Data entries
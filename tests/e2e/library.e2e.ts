import { afterAll, beforeAll, describe, expect, it } from "vitest";
import { mkdtempSync, writeFileSync } from "node:fs";
import { tmpdir } from "node:os";
import { join } from "node:path";
import type { Browser, BrowserContext, Page } from "playwright-core";
import { BASE_URL, launch, watchErrors, open } from "./browser";
import { demoUser, signIn } from "./auth";
import { resampleStep, valveScenario } from "./captures";
import { upgradeScenario } from "@/lib/design/upgrade";
import { db } from "@/lib/db/knex";
import { runStep } from "@/lib/design/run";

/**
 * The library journey: the designer uploads a bench capture of the valve-coil demo and submits revision N for
 * validation; the lead validates it; it appears in the library; the review page shows every section.
 *
 * The "bench capture" is the engine's own step response, delayed by 37 µs as a scope's pre-trigger would place it,
 * written as millivolts across the 1 Ω sense resistor with ±0.2 % seeded noise — so the comparison must pass.
 */
/** The newest mail to an address whose subject starts with `subject`, waiting for the local fake to store it. */
async function mailTo(email: string, subject: string, since: Date): Promise<{ subject: string; text_body: string } | undefined> {
  const end = Date.now() + 15_000;
  while (Date.now() < end) {
    const m = await db()("dev_mailbox").where("to_address", email).where("received_at", ">=", since).where("subject", "like", `${subject}%`).orderBy("id", "desc").first();
    if (m) return m;
    await new Promise((r) => setTimeout(r, 200));
  }
  return undefined;
}

function captureCsv(time: Float64Array, iLoad: Float64Array, senseOhms: number): string {
  let seed = 12345;
  const rand = () => ((seed = (seed * 1103515245 + 12345) % 2147483648) / 2147483648);
  const span = time[time.length - 1] - time[0];
  const n = 4000;
  const delay = 37e-6;
  const lines = ["Model,Bench scope (test)", "Sample Interval," + (span / n).toExponential(4), "Time (us),CH1 (mV)"];
  const amplitude = Math.max(...iLoad) - Math.min(...iLoad);
  const scope = Array.from({ length: n }, (_, k) => time[0] + (k * span) / n); // scope time axis
  const values = resampleStep(time, iLoad, scope.map((t) => t - delay));
  scope.forEach((tScope, k) => {
    const noisy = values[k] + 0.002 * amplitude * (2 * rand() - 1);
    lines.push(`${(tScope * 1e6).toFixed(4)},${(noisy * senseOhms * 1e3).toFixed(5)}`);
  });
  return lines.join("\n");
}

describe("library: upload, submit, validate, review", () => {
  let browser: Browser;
  let designerCtx: BrowserContext;
  let leadCtx: BrowserContext;
  let scenarioId = "";
  let csvPath = "";
  let entryUrl = "";

  beforeAll(async () => {
    browser = await launch();
    designerCtx = await browser.newContext();
    leadCtx = await browser.newContext();
  });
  afterAll(async () => {
    await browser?.close();
    await db().destroy();
  });

  it("the designer uploads a trace and submits the revision", async () => {
    const page: Page = await designerCtx.newPage();
    const errors = watchErrors(page);
    await signIn(page, "designer");
    const valve = await valveScenario(page);
    scenarioId = valve.id;
    const detail = valve.detail;
    const scenario = upgradeScenario(detail.body);
    const { time, series } = runStep(scenario);
    const step = { time, iLoad: series.iLoad };
    csvPath = join(mkdtempSync(join(tmpdir(), "quell-e2e-")), "valve-step.csv");
    writeFileSync(csvPath, captureCsv(step.time, step.iLoad, scenario.parts.senseResistor));

    await open(page, `${BASE_URL}/scenarios/${scenarioId}/traces`);
    // A malformed capture is refused in place, naming the line and the problem.
    const broken = csvPath.replace(/\.csv$/, "-broken.csv");
    const lines = captureCsv(step.time, step.iLoad, scenario.parts.senseResistor).split("\n");
    lines[9] = "12.5,n/a"; // line 10
    writeFileSync(broken, lines.join("\n"));
    // The upload form hydrates inside the page's Suspense boundary, possibly after the layout: wait for it.
    await page.locator('[data-testid="trace-upload"][data-ready="1"]').waitFor();
    await page.getByLabel("CSV file").setInputFiles(broken);
    await page.getByTestId("trace-error").waitFor();
    expect(await page.getByTestId("trace-error").textContent()).toContain('Line 10: column 2 (CH1): "n/a" is not a number.');
    expect(await page.getByRole("button", { name: "Upload trace" }).isDisabled()).toBe(true);

    await page.getByLabel("CSV file").setInputFiles(csvPath);
    await page.getByTestId("trace-preview").waitFor();
    expect(await page.getByTestId("trace-preview").textContent()).toContain("4,000 rows");
    await page.getByLabel("Label").fill("Bench step 3.0→3.3 V");
    await page.getByLabel("Channel 1 name").fill("Load current");
    await page.getByLabel("Channel 1 conversion").selectOption("sense");
    await page.getByLabel("Channel 1 sense resistor").fill(String(scenario.parts.senseResistor));
    await page.getByLabel("Probe / shunt").fill("1 Ω sense, 10:1 probe");
    await page.getByRole("button", { name: "Upload trace" }).click();
    await page.getByTestId("trace-list").getByText("Bench step 3.0→3.3 V").waitFor({ timeout: 30_000 });
    expect(await page.getByTestId("trace-list").textContent()).toContain("Probe / shunt: 1 Ω sense, 10:1 probe");

    // Measured against simulated: the capture is the simulation itself, delayed and noisy, so it passes.
    await page.getByTestId("comparison-verdict").waitFor({ timeout: 60_000 });
    expect(await page.getByTestId("comparison-verdict").textContent()).toBe("pass");
    await page.getByTestId("comparison-plot").waitFor();

    const submittedAt = new Date(Date.now() - 2000);
    await page.getByLabel("Note for the reviewer").fill("Built on the bench board; 3.0→3.3 V command step, 1 Ω sense.");
    await page.getByRole("button", { name: "Submit for validation" }).click();
    await page.getByTestId("submit-message").getByText("Submitted for validation").waitFor({ timeout: 30_000 });
    await page.getByTestId("entry-status").waitFor();
    expect(await page.getByTestId("entry-status").textContent()).toContain("submitted");
    entryUrl = (await page.getByTestId("entry-status").getByRole("link").getAttribute("href")) ?? "";
    expect(entryUrl).toMatch(/^\/library\/[0-9a-f-]{36}$/);
    // The lead is told through the local mail fake, with a link to the entry.
    const mail = await mailTo(demoUser("lead").email, "Validation requested: Valve coil driver", submittedAt);
    expect(mail?.text_body).toContain(entryUrl);
    expect(errors).toEqual([]);
    await page.close();
  });

  it("the lead sees the evidence and validates; the entry appears in the library", async () => {
    const page = await leadCtx.newPage();
    const errors = watchErrors(page);
    await signIn(page, "lead");
    await open(page, `${BASE_URL}/library?status=submitted`);
    await page.getByTestId("library-table").getByRole("link", { name: "Valve coil driver" }).first().click();
    await page.waitForURL((u) => u.pathname === entryUrl);
    await page.getByTestId("submitted-comparison").waitFor();
    await page.getByTestId("review-checks").waitFor({ timeout: 60_000 });
    await page.getByTestId("comparison-verdict").first().waitFor({ timeout: 60_000 });
    const decidedAt = new Date(Date.now() - 2000);
    await page.getByLabel("Comment").fill("Bench agrees with the simulation within the team's tolerances.");
    await page.getByRole("button", { name: "Validate" }).click();
    await page.getByTestId("entry-message").getByText("Validated.").waitFor({ timeout: 30_000 });
    await page.getByTestId("entry-validated-by").waitFor();
    expect(await page.getByTestId("entry-validated-by").textContent()).toContain(demoUser("lead").name);
    expect(await page.getByTestId("entry-history").textContent()).toContain("validated it");
    const mail = await mailTo(demoUser("designer").email, "Validated: Valve coil driver", decidedAt);
    expect(mail?.text_body).toContain("Bench agrees with the simulation");

    await open(page, `${BASE_URL}/library?status=validated&q=Valve`);
    const row = page.getByTestId("library-row").filter({ hasText: "Valve coil driver" }).first();
    await row.waitFor();
    expect(await row.textContent()).toContain("validated");
    expect(errors).toEqual([]);
    await page.close();
  });

  it("the review page renders every section, and prints without the app's chrome", async () => {
    const page = await designerCtx.newPage();
    const errors = watchErrors(page);
    await open(page, `${BASE_URL}/scenarios/${scenarioId}/review`);
    await page.locator('[data-testid="review-document"][data-sim-status="done"]').waitFor({ timeout: 60_000 });
    for (const id of ["review-schematic", "review-parts", "review-op", "review-checks", "review-cautions", "review-step-plot", "review-loop-plot", "review-bench", "review-status", "review-sign-off"]) {
      await expect(page.getByTestId(id).first().isVisible()).resolves.toBe(true);
    }
    // Schematic drawn, parts with tolerances and E-series, operating point numbers, a comparison verdict.
    expect(await page.getByTestId("review-schematic").locator("svg").count()).toBeGreaterThan(0);
    expect(await page.getByTestId("review-parts").textContent()).toMatch(/± \d.*(on|nearest) E(6|12|24|48|96|192)/s);
    expect(await page.getByTestId("review-op").textContent()).toMatch(/IC .*A/);
    expect(await page.getByTestId("review-loop-figures").textContent()).toMatch(/phase margin -?\d+\.\d°/i);
    await page.getByTestId("review-bench").getByTestId("bench-comparison").getByTestId("comparison-verdict").waitFor({ timeout: 60_000 });
    expect(await page.getByTestId("review-library-status").textContent()).toContain("validated");
    expect(await page.getByTestId("review-signed-off").textContent()).toContain(`Validated by ${demoUser("lead").name}`);

    await page.emulateMedia({ media: "print" });
    expect(await page.getByRole("button", { name: "Print or save as PDF" }).isVisible()).toBe(false);
    expect(await page.locator("header.no-print").first().isVisible()).toBe(false);
    expect(await page.getByTestId("review-sign-off").isVisible()).toBe(true);
    expect(errors).toEqual([]);
    await page.close();
  });

  it("a designer starts a new scenario from the validated entry", async () => {
    const page = await designerCtx.newPage();
    await open(page, `${BASE_URL}${entryUrl}`);
    await page.getByLabel("New scenario title").fill("Valve coil driver, second channel");
    await page.getByRole("button", { name: "Start from this" }).click();
    await page.waitForURL((u) => /^\/scenarios\/[0-9a-f-]{36}$/.test(u.pathname) && u.pathname !== `/scenarios/${scenarioId}`, { timeout: 30_000 });
    const newId = new URL(page.url()).pathname.split("/")[2];
    const created = await (await page.request.get(`${BASE_URL}/api/scenarios/${newId}`)).json();
    expect(created.title).toBe("Valve coil driver, second channel");
    expect(created.revisionNumber).toBe(1);
    await page.close();
  });
});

● How to complete this task
If a line in the records has the word "delayed", copy that line.

● Your solution
 * The "bench capture" is the engine's own step response, delayed by 37 µs as a scope's pre-trigger would place it,
    // Measured against simulated: the capture is the simulation itself, delayed and noisy, so it passes.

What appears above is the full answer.